Another factor driving up Product compensation is the relative scarcity of Product Management positions in a tech company. Typically there are between 6 to 12 Developers for every 1 Product Manager (see: Jeff Bezos’ two pizza rule). While there is high cumulative demand for Product Managers and Leaders in the job market, companies demand elite, high calibre talent to fill these positions because of their scale of influence on expensive scrum teams. If one Software Engineer struggles, teams can temporarily pick up their slack. If the Product Manager struggles, the entire team and project can slow to a crawl (or sprint into a wall).
At the most senior level, Product leaders in the tech industry are applying a set of skills that most closely aligns to a CEO role, and are could even be viewed as training grounds for future CEO positions. Product leaders are hyper customer-focused, are experts at leveraging insights from data, and most importantly they know how to lead teams and rally large groups towards a collective goal. Product leaders need to be a jack of all trades AND possess deep expertise in certain areas, so it should be of no surprise that they are among the top compensated executives in tech companies.

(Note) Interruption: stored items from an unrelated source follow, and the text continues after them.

/** A host whose sheets are each read once: five thousand formulas then cost one round trip a sheet, not one each. */
import type { CellBlock } from "../../cells/cell.js";
import type { Area, SheetHost } from "../host.js";

export function readingOnce(host: SheetHost): SheetHost {
  const sheets = new Map<string, Promise<CellBlock | undefined>>();
  const names = new Map<string, Promise<CellBlock | undefined>>();
  const whole = (sheet: string): Promise<CellBlock | undefined> => {
    const key = sheet.toLowerCase();
    const known = sheets.get(key);
    if (known !== undefined) return known;
    const fresh = host
      .read([{ sheet, row: 0, column: 0, rows: Number.POSITIVE_INFINITY, columns: Number.POSITIVE_INFINITY }])
      .then(([block]) => block);
    sheets.set(key, fresh);
    return fresh;
  };
  const one = async (area: Area): Promise<CellBlock | undefined> => {
    if (area.spilled === true) return (await host.read([area]))[0];
    const block = await whole(area.sheet);
    return block === undefined ? undefined : cut(block, area);
  };
  return {
    facts: () => host.facts(),
    selection: () => host.selection(),
    onSelectionChanged: (listener) => host.onSelectionChanged(listener),
    onValuesChanged: (listener) => host.onValuesChanged(listener),
    read: (areas) => Promise.all(areas.map(one)),
    readName: (name, at) => {
      // Names of a sheet and columns of "this row" depend on where they stand.
      const key = /[@#]/.test(name) ? undefined : `${at.sheet}\n${name}`;
      if (key === undefined) return host.readName(name, at);
      const known = names.get(key) ?? host.readName(name, at);
      names.set(key, known);
      return known;
    },
    ...(host.evaluate === undefined ? {} : { evaluate: (expression, at) => host.evaluate?.(expression, at) ?? Promise.resolve(undefined) }),
    write: (at, cells) => host.write(at, cells),
    formulas: (holding) => host.formulas(holding),
    goTo: (place) => host.goTo(place),
  };
}

/** Beyond what is used all cells are blank; a whole column ends where the sheet's use ends. */
function cut(block: CellBlock, area: Area): CellBlock {
  const rows = Number.isFinite(area.rows) ? area.rows : Math.max(1, block.length - area.row);
  const columns = Number.isFinite(area.columns) ? area.columns : Math.max(1, (block[0]?.length ?? 0) - area.column);
  return Array.from({ length: rows }, (_, row) =>
    Array.from({ length: columns }, (__, column) => block[area.row + row]?.[area.column + column] ?? ""),
  );
}
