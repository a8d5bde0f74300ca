/** Every FILM result of the workbook, found in short steps so that the page stays quick, and can be called off. */
import { CellError } from "../../cells/cell.js";
import { openSurfaceCall } from "../../cells/surface-call.js";
import { explain } from "../../cells/answer.js";
import { findFilm } from "../../findings/film-finding.js";
import type { Finding } from "../../findings/finding.js";
import { isProblem, sentenceOf } from "../../quantities/problems.js";
import { surfaceById } from "../../surfaces/index.js";
import type { Inputs, Surface } from "../../surfaces/surface.js";
import { type ReadCall, type ReadCell, readSelection } from "../cell-reading.js";
import type { FormulaCell, Place, SheetHost } from "../host.js";
import { cellName, sheetPrefix } from "../reference.js";
import { readingOnce } from "./read-once.js";
import type { VerdictKind } from "../this-cell/sections.js";
import { words } from "../words.js";

/** One case of one call: what a row of the list shows. SI; temperatures in kelvin. */
export interface Scanned {
  readonly place: Place;
  readonly address: string;
  readonly functionId: string;
  readonly kind: VerdictKind;
  readonly verdict: string;
  /** Present for surfaces whose number may be shown. */
  readonly boundary?: Boundary;
}

export interface Boundary {
  readonly fluid: string;
  readonly area: number | undefined;
  readonly h: number;
  readonly hLow: number;
  readonly hHigh: number;
  readonly reference: number;
  readonly surface: Surface;
  readonly inputs: Inputs;
}

export interface Progress {
  readonly cells: number;
  readonly of: number;
}

export interface Scan {
  readonly rows: readonly Scanned[];
  readonly isWhole: boolean;
}

/** No step takes the screen for longer than this, in milliseconds. */
const step = 12;
/** A column of a hundred thousand cases is told by its first ones. */
const mostCases = 2000;

export async function scanWorkbook(
  host: SheetHost,
  signal: AbortSignal,
  tell: (progress: Progress, rows: readonly Scanned[]) => void,
): Promise<Scan> {
  const rows: Scanned[] = [];
  const cells = await host.formulas("film");
  const once = readingOnce(host);
  let until = now() + step;
  const breathe = async (done: number): Promise<void> => {
    if (now() < until) return;
    tell({ cells: done, of: cells.length }, rows);
    await pause();
    until = now() + step;
  };
  for (const [i, cell] of cells.entries()) {
    if (signal.aborted) return { rows, isWhole: false };
    const read = await readSelection({ place: cell.place, address: cell.address, formula: cell.formula, shown: cell.shown }, once);
    for (const row of rowsOf(cell, read)) {
      rows.push(row);
      await breathe(i);
      if (signal.aborted) return { rows, isWhole: false };
    }
    await breathe(i + 1);
  }
  tell({ cells: cells.length, of: cells.length }, rows);
  return { rows, isWhole: true };
}

function now(): number {
  return performance.now();
}

/** Lets the browser draw and hear the user. */
function pause(): Promise<void> {
  return new Promise((resume) => setTimeout(resume, 0));
}

function* rowsOf(cell: FormulaCell, read: ReadCell): Generator<Scanned> {
  if (read.trouble !== undefined) yield { place: cell.place, address: cell.address, functionId: "", kind: "error", verdict: read.trouble };
  for (const call of read.calls) yield* rowsOfCall(cell, read, call);
}

function* rowsOfCall(cell: FormulaCell, read: ReadCell, call: ReadCall): Generator<Scanned> {
  const base = { place: cell.place, address: cell.address, functionId: call.id };
  if (call.troubles.length > 0) {
    yield { ...base, kind: "remark", verdict: call.troubles.join(" ") };
    return;
  }
  const surface = surfaceById(call.id);
  if (surface === undefined) {
    const { problems } = explain(call.id, call.args, call.give, call.settings, { row: 0, column: 0 });
    yield {
      ...base,
      ...(problems.length === 0
        ? { kind: "good" as const, verdict: words.workbook.answers }
        : { kind: faultKind(problems), verdict: sentenceOf(problems) }),
    };
    return;
  }
  yield* cases(surface, cell, read, call);
}

function faultKind(problems: readonly { readonly fault: string }[]): VerdictKind {
  return problems.some((one) => one.fault === "value") ? "error" : "bad";
}

function* cases(surface: Surface, cell: FormulaCell, read: ReadCell, call: ReadCall): Generator<Scanned> {
  const opened = openSurfaceCall(surface, call.args, call.give, call.settings);
  const base = { place: cell.place, address: cell.address, functionId: call.id };
  if ("problems" in opened) {
    yield { ...base, kind: faultKind(opened.problems), verdict: sentenceOf(opened.problems) };
    return;
  }
  // Only where the call is the whole formula do its cases stand in the cells below and beside it.
  const isWhole = read.formula.replace(/^=\s*\+?\s*/, "").trim() === call.text;
  const { rows, columns } = opened.cases;
  let left = mostCases;
  for (let row = 0; row < rows; row++) {
    for (let column = 0; column < columns; column++) {
      if (left-- <= 0) return;
      const at = isWhole ? { ...cell.place, row: cell.place.row + row, column: cell.place.column + column } : cell.place;
      const place = { ...base, place: at, address: addressOf(at) };
      const one = opened.readCase(row, column).read;
      if (one.kind === "blank") continue;
      if (one.kind === "error") yield { ...place, kind: "error", verdict: new CellError(one.code as CellError["code"]).code };
      else if (one.kind === "problems") yield { ...place, kind: faultKind(one.problems), verdict: sentenceOf(one.problems) };
      else yield { ...place, ...judged(surface, one.inputs) };
    }
  }
}

function addressOf(place: Place): string {
  return `${sheetPrefix(place.sheet)}${cellName(place.row, place.column)}`;
}

function judged(surface: Surface, inputs: Inputs): Pick<Scanned, "kind" | "verdict" | "boundary"> {
  const finding = findFilm(surface, inputs);
  const boundary = boundaryOf(surface, inputs, finding);
  const kind: VerdictKind = !finding.inRange ? (finding.answered ? "flagged" : "bad") : finding.verdict === "in range" ? "good" : "remark";
  return { kind, verdict: finding.verdict, ...(boundary === undefined ? {} : { boundary }) };
}

function boundaryOf(surface: Surface, inputs: Inputs, finding: Finding): Boundary | undefined {
  const { h, hLow, hHigh } = finding;
  const reference = numberOf(finding, "reference temperature");
  if (h === undefined || hLow === undefined || hHigh === undefined || reference === undefined) return undefined;
  return { fluid: inputs.fluid.name, area: numberOf(finding, "area"), h, hLow, hHigh, reference, surface, inputs };
}

function numberOf(finding: Finding, word: string): number | undefined {
  const value = finding.word(word);
  return isProblem(value) || typeof value === "string" ? undefined : value.value;
}

const severity: readonly VerdictKind[] = ["error", "bad", "flagged", "remark", "good"];

/** Worst first; equals in the order of the workbook. */
export function worstFirst(rows: readonly Scanned[]): readonly Scanned[] {
  return [...rows].sort((one, other) => severity.indexOf(one.kind) - severity.indexOf(other.kind));
}

export function counts(rows: readonly Scanned[]): readonly (readonly [kind: VerdictKind, count: number])[] {
  return severity.map((kind) => [kind, rows.filter((row) => row.kind === kind).length] as const);
}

What about Start-ups and Equity?
Individuals who are part of earlier-stage companies tend to be on the lower end of the salary range but receive a larger share of equity to compensate for a lower base salary. This is typical for all roles, not just Product.
Leveraging equity as a key component of compensation not only enables companies to conserve cash but also ensures that your team is aligned around success. The downside of highly leveraged compensation plans is the exclusion of great candidates who have financial commitments that preclude them from roles with lower than market salaries.
With the tech talent market coming back into balance, sought-after Product leaders will continue to command large compensation packages, but those packages could start to look different as companies reshuffle the balance of cash and equity.
What’s behind the data?
Our snapshots are not typical salary surveys, as they represent only the data we’ve collected from a handful of recent searches. We find it to be pretty useful and topical information, as it represents current data from a sample of individuals who we’ve carefully selected as having credible and validated experience with successful local companies.
Each Salary Snapshot represents between 40 – 120 sources.
Each source is an individual who we deemed a promising candidate for a role within a high-growth tech company. Most are gainfully employed and many were recommended as exceptionally talented. As a result, our salary numbers might be skewed towards the top of the range.
We elected not to show compensation figures related to equity or options. Though this was a significant aspect of the comp package for many execs, it’s often tough to put an annual dollar value on equity.
Specific details that would identify an individual or their employer will not be shared for obvious reasons.